Continuously Deploying an NPM Package with GitLab CI/CD

Setting up continuous deployment is important to me, even when publishing is as simple as it is on npm. The official GitLab documentation, though, is a little more than I need and geared toward their own npm repository, so I'd like to gather the information I need here in a brief article.

Generate and store an authentication token

The npm team has made this straightforward.

Generating the token in npm

  1. Go to npmjs.com and log in if you haven't already.

  2. Click on your profile picture at the top right.

  3. Select the fifth item, "Access Tokens."

  4. Click "Generate New Token" on the top right of the page.

  5. Select the middle option, "automation" for the right security settings.

  6. Click "Generate Token."

  7. Copy the token to your clipboard.

Storing the token in GitLab

  1. Log into GitLab and open the project you intend to automate.

  2. Select "Settings" at the bottom of the menu on the left. This will open a submenu.

  3. Select "CI/CD."

  4. Find the "Variables" section of the CI/CD menu and click "expand" on the right.

  5. Click the green "Add variable" button at the bottom.

  6. Fill in the "Key" text box with "NPM_TOKEN".

  7. Fill in the "Value" box with the token you copied from earlier.

  8. Make sure the "Type" is set to "variable" instead of "file."

  9. Make sure both checkboxes are checked to protect and mask the variable.

A word on security

Clearly, an authentication token, especially one that controls deployment to production, is very sensitive information, so it's worthwhile to familiarize oneself with the protections GitLab offers.

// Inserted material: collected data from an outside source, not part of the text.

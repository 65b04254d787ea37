// Package lotpage writes lots as self-contained HTML pages in the style of
// report/page: the answer in words, strips of every figure side by side, the
// curves of |Z|, and the tables. Curves are those of the fitted circuits, so
// that records without sweeps make the same page.
package lotpage

import (
	"bytes"
	_ "embed"
	"fmt"
	"html/template"
	"io"
	"math"
	"math/cmplx"
	"strings"
	"sync"

	"realpart/models"
	"realpart/report"
	"realpart/report/accept"
	"realpart/report/figure"
	"realpart/report/lots"
	"realpart/report/page"
)

//go:embed lotpage.html
var source string

var parsed = sync.OnceValue(func() *template.Template {
	return template.Must(template.New("lotpage").Parse(source))
})

// view is what the template shows.
type view struct {
	Title    string
	CSS      template.CSS
	Answers  []lots.Answer
	Warnings []lots.Caution
	Sections []section
	Cautions []string
	Made     []page.Entry
}

// section is a part of a page: figures, then tables, with a note.
type section struct {
	ID, Title string
	Panels    []panel
	Tables    []table
	Notes     []string
}

type panel struct {
	figure.Panel
	SVG template.HTML
}

// table has a header and rows; a column without a heading is left out.
type table struct {
	Title  string
	Header []string
	Rows   [][]string
}

func newTable(title string, rows [][]string) table {
	t := table{Title: title}
	var kept []int
	for i, h := range rows[0] {
		if h != "" {
			kept = append(kept, i)
			t.Header = append(t.Header, h)
		}
	}
	for _, row := range rows[1:] {
		var cells []string
		for _, i := range kept {
			cells = append(cells, row[i])
		}
		t.Rows = append(t.Rows, cells)
	}
	return t
}

// Size of a figure in points.
const (
	curveWidth  = 340
	curveHeight = 200
	stripHeight = 180
)

func drawn(p figure.Panel, height float64) panel {
	svg, _ := p.SVG(curveWidth, height)
	return panel{p, template.HTML(svg)}
}

// WriteComparison writes the page of a comparison; all are its lots. Nothing is
// written if there is an error.
func WriteComparison(w io.Writer, c *lots.Comparison, all []*lots.Lot, made []page.Entry) error {
	var names []string
	for _, l := range all {
		names = append(names, l.Name)
	}
	v := view{Title: "Lots " + strings.Join(names, ", "), Answers: c.Answers(), Warnings: c.Cautions, Made: made}
	s := section{ID: "figures", Title: "Every figure, part by part"}
	for k := range c.Samples[0] {
		var strips []figure.Strip
		for i := range c.Samples {
			strips = append(strips, strip(c.Lots[i].Name, c.Samples[i][k]))
		}
		f := c.Samples[0][k].Figure
		s.Panels = append(s.Panels, drawn(figure.Strips(f.String(), f.Unit, strips, math.NaN(), math.NaN(), figure.Page), stripHeight))
	}
	v.Sections = append(v.Sections, s)
	s = section{ID: "curves", Title: "Impedance of the lots", Notes: []string{"Curves are those of the fitted circuits."}}
	for i := range all[1:] {
		freq, curves, left := common([]*lots.Lot{all[0], all[i+1]})
		if curves != nil {
			for _, p := range figure.Bands(freq, curves[0], curves[1], figure.Page) {
				s.Panels = append(s.Panels, drawn(p, curveHeight))
			}
		}
		s.Notes = append(s.Notes, left...)
	}
	v.Sections = append(v.Sections, s)
	s = section{ID: "comparison", Title: "Comparison", Notes: []string{c.CircuitNote(), lots.TestNote}}
	for i, l := range c.Lots[1:] {
		s.Tables = append(s.Tables, newTable(l.Name+" less "+c.Lots[0].Name, c.Table(i+1, true)))
	}
	v.Sections = append(v.Sections, s)
	for i, l := range c.Lots {
		v.Sections = append(v.Sections, lotTables(fmt.Sprintf("lot-%d", i+1), l.Name, l.N, c.Samples[i], nil))
	}
	return write(w, v)
}

// WriteAcceptance writes the page of judged lots.
func WriteAcceptance(w io.Writer, judged []Judged, rule accept.Rule, limits []accept.Limit, made []page.Entry) error {
	var names []string
	v := view{Made: made}
	for i, j := range judged {
		names = append(names, j.Verdict.Lot)
		v.Answers = append(v.Answers, lots.Answer{Title: j.Verdict.Answer(), Sentences: j.Verdict.Sentences()})
		v.Warnings = append(v.Warnings, j.Verdict.Cautions...)
		s := section{ID: fmt.Sprintf("parts-%d", i+1), Title: "Lot " + j.Verdict.Lot + ": parts against limits", Notes: []string{accept.RuleNote(rule)}}
		var of []lots.Limits
		for k, sample := range j.Samples {
			of = append(of, lots.Limits{Low: limits[k].Low, High: limits[k].High})
			s.Panels = append(s.Panels, drawn(figure.Strips(sample.Figure.String(), sample.Unit,
				[]figure.Strip{strip(j.Verdict.Lot, sample)}, limits[k].Low, limits[k].High, figure.Page), stripHeight))
		}
		panels, notes := overlay(j.Lot)
		s.Panels = append(s.Panels, panels...)
		s.Notes = append(s.Notes, notes...)
		s.Tables = append(s.Tables, newTable("Parts", accept.Table(j.Parts, false)))
		v.Sections = append(v.Sections, s)
		if len(j.Samples) > 0 {
			v.Sections = append(v.Sections, lotTables(fmt.Sprintf("lot-%d", i+1), j.Verdict.Lot, j.Verdict.Parts, j.Samples, of))
		}
	}
	v.Title = "Acceptance of " + strings.Join(names, ", ")
	return write(w, v)
}

// Judged is a lot with its verdicts; Samples are those of the limits.
type Judged struct {
	Lot     *lots.Lot
	Verdict accept.Lot
	Parts   []accept.Part
	Samples []lots.Sample
}

// Sections gives the statistics, strips and curves of lots for a page of
// report/page; at as in [lots.CommonFigures].
func Sections(all []*lots.Lot, at []float64) (template.HTML, error) {
	var b bytes.Buffer
	for i, l := range all {
		samples := l.Samples(at)
		if len(samples) == 0 {
			continue
		}
		s := lotTables(fmt.Sprintf("lot-%d", i+1), l.Name, len(l.Fits), samples, nil)
		for _, sample := range samples {
			s.Panels = append(s.Panels, drawn(figure.Strips(sample.Figure.String(), sample.Unit,
				[]figure.Strip{strip(l.Name, sample)}, math.NaN(), math.NaN(), figure.Page), stripHeight))
		}
		panels, notes := overlay(l)
		s.Panels = append(panels, s.Panels...)
		s.Notes = append(s.Notes, notes...)
		for _, caution := range l.Cautions() {
			s.Notes = append(s.Notes, caution.Text)
		}
		if err := parsed().ExecuteTemplate(&b, "section", s); err != nil {
			return "", fmt.Errorf("lotpage: %w", err)
		}
	}
	return template.HTML(b.String()), nil
}

func lotTables(id, name string, n int, samples []lots.Sample, limits []lots.Limits) section {
	parts := "parts"
	if n == 1 {
		parts = "part"
	}
	values, spread := lots.Tables(samples, limits)
	return section{ID: id, Title: fmt.Sprintf("Lot %s: %d %s", name, n, parts),
		Tables: []table{newTable("Values", values), newTable("Spread", spread)}, Notes: []string{lots.ToleranceNote}}
}

func strip(name string, s lots.Sample) figure.Strip {
	t := figure.Strip{Lot: name, Values: s.Values, Mean: s.Mean, Low: s.ToleranceLow, High: s.ToleranceHigh}
	for _, o := range s.Outliers {
		t.Outliers = append(t.Outliers, o.Value)
	}
	return t
}

// overlay draws the curves of one lot.
func overlay(l *lots.Lot) (panels []panel, notes []string) {
	freq, curves, notes := common([]*lots.Lot{l})
	if curves == nil {
		return nil, notes
	}
	for _, p := range figure.Overlay(freq, curves[0], figure.Page) {
		panels = append(panels, drawn(p, curveHeight))
	}
	return panels, append(notes, "Curves are those of the fitted circuits.")
}

// gridPoints is the number of frequencies of a curve.
const gridPoints = 121

// common computes |Z| of all parts of lots over the range of frequencies that
// they have in common, and says which parts have none. curves is nil if there
// is nothing to draw.
func common(all []*lots.Lot) (freq []float64, curves []figure.Curves, notes []string) {
	low, high := 0.0, math.Inf(1)
	for _, l := range all {
		for _, f := range l.Fits {
			low, high = max(low, f.Sweep.FMin), min(high, f.Sweep.FMax)
		}
	}
	if !(low > 0 && low < high && !math.IsInf(high, 1)) {
		return nil, nil, []string{"The sweeps have no range of frequencies in common; no curves are drawn."}
	}
	for i := range gridPoints {
		freq = append(freq, low*math.Pow(high/low, float64(i)/(gridPoints-1)))
	}
	freq[gridPoints-1] = high
	for _, l := range all {
		c := figure.Curves{Lot: l.Name}
		for _, f := range l.Fits {
			if z := magnitude(f, freq); z != nil {
				c.Parts = append(c.Parts, z)
			}
		}
		if n := len(l.Fits) - len(c.Parts); n > 0 {
			notes = append(notes, fmt.Sprintf("%s: %d of the curves cannot be drawn.", l.Name, n))
		}
		if len(c.Parts) == 0 {
			return nil, nil, notes
		}
		curves = append(curves, c)
	}
	return freq, curves, notes
}

// magnitude is |Z| of a record's circuit; nil for a record that has none.
func magnitude(f *report.Fit, freq []float64) []float64 {
	c, err := models.Parse(f.Circuit.Expression)
	if err != nil || len(c.Parameters()) != len(f.Parameters) {
		return nil
	}
	z := make([]complex128, len(freq))
	c.NewEvaluator(freq).Impedance(z, f.Values())
	out := make([]float64, len(freq))
	for i, v := range z {
		out[i] = cmplx.Abs(v)
		if !(out[i] > 0) || math.IsInf(out[i], 1) {
			return nil
		}
	}
	return out
}

func write(w io.Writer, v view) error {
	v.CSS, v.Cautions = page.StyleSheet(), report.Cautions()
	var b bytes.Buffer
	if err := parsed().Execute(&b, v); err != nil {
		return fmt.Errorf("lotpage: %w", err)
	}
	_, err := b.WriteTo(w)
	return err
}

Masking an environment variable protects the variable from being seen in the console output. It is easy to imagine a scenario where an error message (or just a simple scripting mistake) could lead to this kind of information being printed to the console, and once the toothpaste is out of the tube and on the internet, there's no putting it back in--you have to revoke that token and generate a new one. Masking prevents this easy-to-make security mistake.

Protecting an environment variable is a kind of access control. A protected environment variable can only be used in protected branches or on protected tags, and it can't be seen by all contributors.

A critically sensitive authentication token like an NPM publish token should be both protected and masked.

Set up the pipeline with your .gitlab.yml

This is the easy part. Copy the following text and save it to a file called .gitlab.yml

.gitlab.yml

image: node:latest
stages:
  - deploy

deploy:
  stage: deploy
  script:
    - echo "//registry.npmjs.org/:_authToken=${NPM_TOKEN}" >> .npmrc
    - npm publish

Just to break it down: This file grabs an image that has node installed. It deploys by creating a file called .npmrc that defines where our registry is and what our authentication token is based on the environment variable NPM_TOKEN we created earlier. With that file in place, npm publish will run.

Celebrate

Update your package.json with a fresh version number to make sure the push succeeds, then commit and push the new .gitlab.yml and the edited package.json. The pipeline will succeed every time you increment the version number.